Comprehensive yet flexible coverage. In addition to offering
a rhetoric with readings, research manual, and handbook,
The St. Martin’s Guide supports a range of approaches to teaching and learning, including collaboration, visual rhetoric, personal writing, writing about literature, writing in the community and the workplace, field research, portfolios, oral presentations, essay exams, and ESL. The integrated but flexible format makes the book easy to adapt to any teaching style or situation — help is there when you and your students want it, but unobtrusive when you don’t.
Acclaimed Guides to Writing. The Guides to Writing specific kinds of essays commonly assigned in college — remembering events, writing profiles, explaining a concept, finding common ground, arguing a position, proposing a solution, justifying an evaluation, speculating about causes, and interpreting stories — changed the way writing is taught in American colleges. Based on the best of composition theory, these guides have been continually refined and updated to reflect the classroom experience of the authors and other seasoned instructors. Each Guide emphasizes the basic features of essays in that genre so that students internalize a systematic yet flexible approach to the composing process.

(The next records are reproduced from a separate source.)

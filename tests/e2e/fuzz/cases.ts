// One malformed request for a route handler, built from its declaration. Every request that
// could change something carries at least one reason it can't (`safe`): a read (GET), a path or
// resource id that no row has or that isn't an id at all, a persona with no part in the row
// (STRANGER) or no session, a refused origin or media type, a body that is no JSON object or is
// over the limit, a webhook that is unsigned or signed but unusable, a forged token. The spec
// checks the outcome too (nothing accepted, CHECKSUM TABLE unchanged).
import { createHmac } from "node:crypto";
import { APP_ORIGIN } from "../access/client";
import { type Rng, badEscapeSegment, brokenJsonText, brokenMultipart, multipart, oddSegment, wrongJsonValue } from "./values";
import { type HandlerTarget, STRANGER, type World, idKind, madeUpId, realValue } from "./world";

export type Persona = "anonymous" | "owner" | "writer" | "technician" | "jobCustomer" | "follower" | typeof STRANGER;
/** Everyone but the stranger may be allowed on the demo shop's rows. */
export const PERMITTED: Persona[] = ["owner", "writer", "technician", "jobCustomer", "follower"];

export type Case = {
  target: string;
  /** What was broken, for the tallies ("path:bad-escape", "body:wrong-types", …). */
  mutation: string;
  /** Why it can't write anything. */
  safe: string;
  persona: Persona;
  method: string;
  path: string;
  headers: Record<string, string>;
  body?: Buffer;
  /** Sent byte for byte with node:http: no Content-Length (chunked), or one that lies. */
  framing?: "chunked" | { declaredLength: number };
  /** What kind of answer is right: a refusal, a read, a webhook's acknowledgement, an action's state. */
  expect: "refusal" | "read" | "webhook" | "action" | "page";
};

const STATE_CHANGING = new Set(["POST", "PUT", "PATCH", "DELETE"]);
const JSON_LIMIT = 256 * 1024;

type Param = { value: string; kind: "real" | "made-up" | "bad-escape" | "odd" };

function paramValue(rng: Rng, name: string, world: World, wantReal: boolean): Param {
  const roll = rng.next();
  const kind = idKind(name, "path");
  if (roll < 0.1) return { value: badEscapeSegment(rng, realValue(rng, name, "path", world) ?? "x"), kind: "bad-escape" };
  if (roll < 0.22) return { value: oddSegment(rng), kind: "odd" };
  const real = wantReal ? realValue(rng, name, "path", world) : null;
  if (real !== null) return { value: encodeURIComponent(real), kind: "real" };
  return { value: encodeURIComponent(kind ? madeUpId(rng, kind, world) : rng.string(12)), kind: "made-up" };
}

function queryString(rng: Rng, fields: string[]): string {
  const keys = [...fields, "__proto__", "constructor", "toString", rng.string(5), ""];
  const parts: string[] = [];
  for (let i = 0, n = 1 + rng.int(6); i < n; i++) {
    const key = rng.pick(keys);
    const value = rng.pick<() => string>([
      () => rng.pick(["NaN", "Infinity", "-1", "0", "1e308", "1.5", "", "true", "[]", "null", "asc,desc", "owner", "99999999999"]),
      () => "x".repeat(rng.int(3000)),
      () => encodeURIComponent(rng.pick(["🔧", "\u0000", "\u202e", "%", "&", "=", "<>"])),
      () => rng.pick(["%ZZ", "%FF", "%C0%AE", "%"]),
    ])();
    // Duplicate keys: the same key again, or the key as an array.
    parts.push(`${encodeURIComponent(key)}=${value}`);
    if (rng.chance(0.3)) parts.push(`${encodeURIComponent(key)}=${value}2`, `${encodeURIComponent(key)}[]=1`);
  }
  return parts.join("&");
}

function jsonBody(rng: Rng, fields: string[]): { text: string; mutation: string; breaks: boolean } {
  const objectOf = (keys: string[]) => Object.fromEntries(keys.map((k) => [k, wrongJsonValue(rng)]));
  const sample = JSON.stringify(objectOf(fields));
  const roll = rng.next();
  if (roll < 0.3) return { text: sample, mutation: "body:wrong-types-every-field", breaks: false };
  if (roll < 0.45) {
    const some = fields.filter(() => rng.chance(0.5));
    const extra = { ...objectOf(some), __proto__x: 1, [rng.string(6)]: wrongJsonValue(rng) };
    const text = JSON.stringify(extra).replace('"__proto__x"', '"__proto__"');
    return { text, mutation: "body:some-fields-junk-keys", breaks: false };
  }
  if (roll < 0.55) {
    // Duplicate keys: JSON.parse keeps the last.
    const key = fields.length ? rng.pick(fields) : "a";
    return { text: `{${JSON.stringify(key)}:1,${JSON.stringify(key)}:${JSON.stringify(wrongJsonValue(rng))}}`, mutation: "body:duplicate-keys", breaks: false };
  }
  if (roll < 0.65) return { text: JSON.stringify({ ...objectOf(fields), pad: "x".repeat(JSON_LIMIT + rng.int(JSON_LIMIT)) }), mutation: "body:over-256KiB", breaks: true };
  const broken = brokenJsonText(rng, sample);
  let breaks = true;
  try {
    const v: unknown = JSON.parse(broken.replace(/^\ufeff/, ""));
    // Valid JSON but no object, or an object anyway (the BOM case): not broken by itself.
    breaks = v === null || typeof v !== "object" || Array.isArray(v) ? !broken.startsWith("\ufeff") : false;
  } catch {
    breaks = true;
  }
  return { text: broken, mutation: "body:broken-json", breaks };
}

const CONTENT_TYPES = ["text/plain", "text/plain;charset=application/json", "application/x-www-form-urlencoded", "application/json-patch+json", "application/jsonx", "application/ld+json", "multipart/form-data; boundary=x", "", "json", "application/*"];
const JSON_TYPES = ["application/json", "APPLICATION/JSON", "application/json; charset=utf-8", "application/json;charset=UTF-16", " application/json ;", "application/json; boundary=--"];

function sign(secret: string, text: string): string {
  const t = Math.floor(Date.now() / 1000);
  return `t=${t},v1=${createHmac("sha256", secret).update(`${t}.${text}`, "utf8").digest("hex")}`;
}

/** Webhook bodies: unsigned, wrongly signed, or signed but unusable (never an event the app would act on). */
function webhookCase(rng: Rng, t: HandlerTarget): Pick<Case, "headers" | "body" | "mutation" | "safe" | "expect"> {
  const payments = t.decl.route.endsWith("/payments");
  const secret = (payments ? process.env.STRIPE_WEBHOOK_SECRET : process.env.MUX_WEBHOOK_SECRET) ?? "";
  const header = payments ? "stripe-signature" : "mux-signature";
  const handled = payments ? ["checkout.session.completed", "checkout.session.expired", "charge.refunded"] : ["video.asset.ready", "video.upload.asset_created", "video.asset.errored"];
  const text = rng.pick<() => string>([
    () => "{}",
    () => "[]",
    () => "null",
    () => "not json",
    () => brokenJsonText(rng, '{"id":"evt_1","type":"x","data":{"object":{}}}'),
    () => JSON.stringify({ id: wrongJsonValue(rng), type: wrongJsonValue(rng), data: wrongJsonValue(rng) }),
    // An event type nobody handles, well formed otherwise: acknowledged, nothing recorded.
    () => JSON.stringify({ id: `evt_fuzz_${rng.string(12)}`, type: `fuzz.${rng.string(8)}`, data: { object: {} } }),
    // A handled type whose object has the wrong types: ignored before anything is recorded.
    () => JSON.stringify({ id: `evt_fuzz_${rng.string(12)}`, type: rng.pick(handled), data: payments ? { object: { id: wrongJsonValue(rng), amount_total: "x", amount_refunded: -1 } } : { id: 42, duration: -1, playback_ids: "x", status: 7 } }),
    () => "x".repeat(1024 * 1024 + rng.int(4096)),
  ])();
  const how = rng.pick(["signed", "signed", "unsigned", "bad-signature", "old-signature"] as const);
  const headers: Record<string, string> = { "content-type": rng.pick(["application/json", "text/plain", ""]) };
  if (how === "signed") headers[header] = sign(secret, text);
  if (how === "bad-signature") headers[header] = rng.pick(["t=1,v1=00", "garbage", `t=${Date.now()},v1=${"0".repeat(64)}`, ",,,", "t=,v1="]);
  if (how === "old-signature") headers[header] = sign(secret, text).replace(/^t=\d+/, "t=1000000000");
  return { headers, body: Buffer.from(text), mutation: `webhook:${how}`, safe: how === "signed" ? "signed but no event the app acts on" : "signature refused", expect: how === "signed" ? "webhook" : "refusal" };
}

export function handlerCase(rng: Rng, t: HandlerTarget, world: World): Case {
  const d = t.decl;
  const persona: Persona = d.crossSite ? "anonymous" : rng.pick<Persona>(["anonymous", STRANGER, STRANGER, ...PERMITTED]);
  const writes = STATE_CHANGING.has(d.method);
  const resourceParam = d.resource ? ({ shop: "shop", job: "job", jobMoney: "job", request: "request", invoice: "invoice", deposit: "deposit", photo: "photo", clip: "clip" } as Record<string, string>)[d.resource] : undefined;
  // Real rows only for the stranger or no session, or for a read whose query can't pass its
  // schema: a valid read may write too (the owner opening a request marks it opened).
  const badQuery = !writes && t.queryFields.length > 0 && rng.chance(0.5);
  const wantReal = badQuery || persona === STRANGER || persona === "anonymous";
  const params = Object.fromEntries(d.params.map((p) => [p, paramValue(rng, p, world, wantReal)]));
  const reasons: string[] = [];
  if (!writes) reasons.push(badQuery || !wantReal ? "a read" : "a read by a stranger");
  for (const [name, p] of Object.entries(params)) {
    if (p.kind === "bad-escape") reasons.push("malformed path escape");
    if (name === resourceParam && p.kind !== "real") reasons.push(`${p.kind} ${name} id`);
  }
  if (persona === STRANGER && resourceParam) reasons.push("stranger to the row");
  if (persona === "anonymous" && d.permission !== "public") reasons.push("no session");
  const at = () => d.route.replace(/\[([^\]]+)\]/g, (_, name: string) => params[name]!.value);
  const pathKinds = Object.values(params).map((p) => p.kind).filter((k) => k !== "real" && k !== "made-up");
  let mutation = pathKinds.length ? `path:${pathKinds[0]}` : "";
  let rest = "";
  if (rng.chance(0.05)) {
    rest += rng.pick(["/", "//", "/extra", "/..", "/%2e%2e", "?", "#x"]);
    mutation ||= "path:suffix";
  }
  if (d.query || rng.chance(0.15)) {
    rest += `${rest.includes("?") ? "&" : "?"}${queryString(rng, t.queryFields)}`;
    mutation ||= "query:junk";
  }
  if (badQuery) {
    // Longer than any of these query fields allows (enums, numbers, searches of at most 100).
    rest += `${rest.includes("?") ? "&" : "?"}${encodeURIComponent(rng.pick(t.queryFields))}=${"x".repeat(5000)}`;
    mutation ||= "query:overlong-field";
  }
  const c: Case = { target: t.id, mutation, safe: "", persona, method: d.method, path: at() + rest, headers: {}, expect: writes ? "refusal" : "read" };
  if (d.body === "raw" && d.route.startsWith("/api/webhooks/")) {
    const w = webhookCase(rng, t);
    Object.assign(c, w);
    reasons.push(w.safe);
    mutation = w.mutation;
  } else if (d.body === "raw" || (d.crossSite && writes)) {
    // RFC 8058 one-click: the token decides, and no token here is one the app signed.
    c.headers["content-type"] = rng.pick(["application/x-www-form-urlencoded", "multipart/form-data; boundary=x", "text/plain", ""]);
    c.body = Buffer.from(rng.pick(["List-Unsubscribe=One-Click", "", "List-Unsubscribe=%ZZ", "x".repeat(rng.int(100_000))]));
    reasons.push("forged token");
    mutation ||= "body:one-click";
  } else if (d.body === "json") {
    const body = jsonBody(rng, t.fields);
    c.body = Buffer.from(body.text);
    const masked = rng.chance(0.2);
    c.headers["content-type"] = masked ? rng.pick(CONTENT_TYPES) : rng.pick(JSON_TYPES);
    if (masked && c.headers["content-type"] !== "application/json") reasons.push("not JSON (415)");
    if (body.breaks) reasons.push("no JSON object / over the limit");
    mutation = masked ? "header:content-type" : body.mutation;
  } else if (d.body === "multipart") {
    const boundary = `----fuzz${rng.string(12)}`;
    const form = multipart([["photo", { file: rng.pick(["x.jpg", "../../x.png", "🔧.heic", ""]), type: rng.pick(["image/jpeg", "text/html", ""]), data: Buffer.alloc(rng.int(4096), rng.int(256)) }], ["caption", "x"]], boundary);
    c.body = rng.chance(0.5) ? brokenMultipart(rng, form, boundary) : form;
    c.headers["content-type"] = rng.chance(0.8) ? `multipart/form-data; boundary=${boundary}` : rng.pick(CONTENT_TYPES);
    mutation ||= "body:multipart";
  } else if (writes && rng.chance(0.5)) {
    c.body = Buffer.from(rng.pick(["{}", "x", "[]"]));
    c.headers["content-type"] = rng.pick(["application/json", "text/plain"]);
  }
  // Another origin or site: refused before anything else (not for handlers open to other sites).
  if (!d.crossSite && rng.chance(0.08)) {
    Object.assign(c.headers, rng.pick([{ origin: "http://127.0.0.1:3999" }, { origin: "null" }, { "sec-fetch-site": "cross-site" }, { "sec-fetch-site": "same-site", origin: APP_ORIGIN }, { origin: "garbage" }]));
    if (writes) reasons.push("foreign origin");
    mutation = "header:foreign-origin";
  } else if (writes) c.headers.origin = APP_ORIGIN;
  if (c.body && rng.chance(0.06)) {
    c.framing = rng.chance(0.5) ? "chunked" : { declaredLength: Math.max(c.body.length + 1, rng.pick([JSON_LIMIT + 1, 2 ** 31, 30 * 1024 * 1024, 99_999_999_999])) };
    mutation = typeof c.framing === "string" ? "framing:chunked" : "framing:declared-too-long";
    if (typeof c.framing !== "string") reasons.push("declared over the limit");
  }
  c.mutation = mutation || "path:ids";
  // Nothing above rules a write out: aim it at a row that doesn't exist instead.
  if (c.expect === "refusal" && reasons.length === 0) {
    if (!resourceParam) throw new Error(`fuzz: ${t.id} changes state without a resource; say how it is kept harmless`);
    params[resourceParam] = { value: encodeURIComponent(madeUpId(rng, idKind(resourceParam, "path")!, world)), kind: "made-up" };
    c.path = at() + rest;
    reasons.push(`made-up ${resourceParam} id`);
  }
  c.safe = reasons[0] ?? "a read";
  return c;
}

Thorough coverage of argumentation and research. Because so much college writing requires strong argumentation skills, four of the assignment chapters focus on argumentative writing, and a separate strategies chapter covers theses, reasons and support, counterarguments, and logical fallacies. Three full chapters on research give students useful strategies not only for conducting field, library, and Internet research, but also for evaluating sources; deciding whether to quote, paraphrase, or summarize; avoiding plagiarism; and documenting sources.
Superb models and prompts for critical reading and analysis. The Writing Guide chapters in Part One contain 39 compelling readings by well-known authors and fresh voices, including 12 students. Students are offered a variety of ways to engage with the readings, by analyzing writing strategies, relating them to their own experiences, and considering them in the context of larger social issues. In the process, the authors clearly and carefully elucidate the basic features of the genre that students will need to understand when they turn to their own writing.